Beritainternusa.com,DIY – Penangkapan muncikari berinisial AP alias Kuyang (21) mengungkap bisnis prostitusi online berpelanggan mahasiswa di Daerah Istimewa Yogyakarta (DIY). Kuyang bahkan merekrut dan menawarkan jasa pekerja seks komersial (PSK) lewat media sosial.
Kuyang yang juga mahasiswa sebuah perguruan tinggi swasta di luar Yogyakarta itu menawarkan jasa PSK dengan tarif ratusan ribu.
“Rata-rata pelanggannya dari kalangan mahasiswa,” kata kata Kanit Reskrim Polsek Mlati Iptu Noor Dwi Cahyanto melalui pesan singkat kepada wartawan, Rabu (15/7/2020).
Dwi menduga, banyaknya mahasiswa yang menggunakan jasa PSK itu dikarenakan tarif yang ditawarkan oleh pelaku untuk sekali berhubungan badan tidak terlalu mahal.
“Mungkin tarifnya, karena untuk short time itu Rp 500 ribu dan long time Rp 800 ribu,” ucapnya.
Dari bisnis itu, Kuyang mengaku mengambil keuntungan antara Rp 100-200 ribu untuk satu kali transaksi. Sejak awal beroperasi pada Juni 2020 hingga 4 Juli setidaknya ada 20 kali transaksi.
Untuk merekrut PSK, pria asal Kaligesing, Purworejo, Jawa Tengah itu menawarkan lowongan pekerjaan sebagai terapis pijat. Penawaran lowongan kerja itu pun dilakukan via media sosial.
“Pelaku melakukan perekrutan korban melalui iklan grup Info Loker Jogja dan Sekitarnya di Facebook yang berisi lowongan sebagai terapis pijat. Tapi faktanya justru dipaksa untuk menjadi PSK, ada dua korban, VN dan WP,” kataKapolsek Mlati Kompol Hariyanto saat jumpa pers di Mapolsek Mlati, Selasa (14/7).
Untuk promosi, pelaku hanya menggunakan satu akun Twitter. Komunikasi antara Kuyang dengan tamu dilanjutkan dengan WhatsApp (WA). Pembayarannya pun lalu dilanjutkan dengan sistem cash on delivery (COD).
Kepada polisi Kuyang mengaku tak kesulitan ekonomi. Dia mengaku khilaf hingga akhirnya berbisnis prostitusi online ini.
“Saya tidak dalam kesulitan ekonomi, bukan buat kuliah juga. Saya khilaf,” kata Kuyang.
Mahasiswa sebuah perguruan tinggi swasta itu ditangkap pada 4 Juli lalu di salah satu hotel daerah Cebongan, Tlogoadi, Mlati, Sleman, DIY. Kini dia ditahan di Mapolsek Mlati.
Terkait fenomena ini, sosiolog kriminal UGM Suprapto menjelaskan kemunculan prostitusi online merupakan dampak dari pergeseran sistem komunikasi dan informasi. Awalnya, langsung melalui bertatap muka menjadi berperantara.

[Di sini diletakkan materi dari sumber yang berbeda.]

/** Closed forms used as references by the V-groove checks (tests/reference/viewfactor, tests/reference/panels). */

/**
 * Closed form for a specular V-groove of opening angle α = 180°/n (computed
 * independently here): images close into a regular k-gon (k = 2n) inscribed
 * in the unit circle; chord m's share is the crossed-string view factor
 * F(0→m) = [2 sin(mα/2) − sin((m−1)α/2) − sin((m+1)α/2)] / (2 sin(α/2)),
 * and a ray leaving through chord m was reflected min(m, k − m) times (image method:
 * Modest & Mazumder, Radiative Heat Transfer; crossed strings: Hottel & Sarofim — from memory).
 */
export function specularClosedForm(n: number, emissivity: number): number {
  const alpha = Math.PI / n;
  const k = 2 * n;
  let total = 0;
  for (let m = 1; m < k; m++) {
    const f = (2 * Math.sin((m * alpha) / 2) - Math.sin(((m - 1) * alpha) / 2) - Math.sin(((m + 1) * alpha) / 2)) / (2 * Math.sin(alpha / 2));
    total += f * (1 - Math.pow(1 - emissivity, Math.min(m, k - m)));
  }
  return total;
}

“Saya melihat fenomena prostitusi daring ini disebabkan oleh pergeseran sistem informasi dari face to face langsung menjadi berperantara yang artinya disebabkan oleh kemajuan sistem informasi dan komunikasi,” kata Suprapto saat dihubungi wartawan, Kamis (16/7).
Suprapto menyebut pelanggan PSK online yang rata-rata mahasiswa ini merupakan dampak dari harga jasa yang ditawarkan. Dalam penelitiannya, dulu sekali transaksi jasa PSK mencapai Rp 1,5 juta.
Seiring berjalannya waktu, muncul persaingan antar PSK yang mengakibatkan pergeseran harga. Tak hanya itu, lalu muncul market baru yakni kalangan pelajar.
“Akhirnya muncul pelanggan baru dari kalangan mahasiswa. Bahkan dari penelitian saya, bukan hanya mahasiswa tapi pelajar juga ada karena (harga) relatif terjangkau,” lanjutnya.
Selain harga, dalam penelitiannya itu mengungkap rata-rata pelanggan prostitusi dari kalangan mahasiswa atau pelajar hanya ingin cari sensasi dan sarana prestise. Begitu pula, mahasiswa yang akhirnya turut menjadi penjaja seks. Kemudian ada juga faktor ditutupnya lokalisasi hingga prostitusi jadi tidak mudah dikontrol.
“Jadi siapa saja mereka (di lokalisasi), kesehatannya seperti apa, yang datang siapa saja. Tapi ketika itu ditutup itu menyebar ke mana-mana dan membuka peluang untuk prostitusi daring,” bebernya.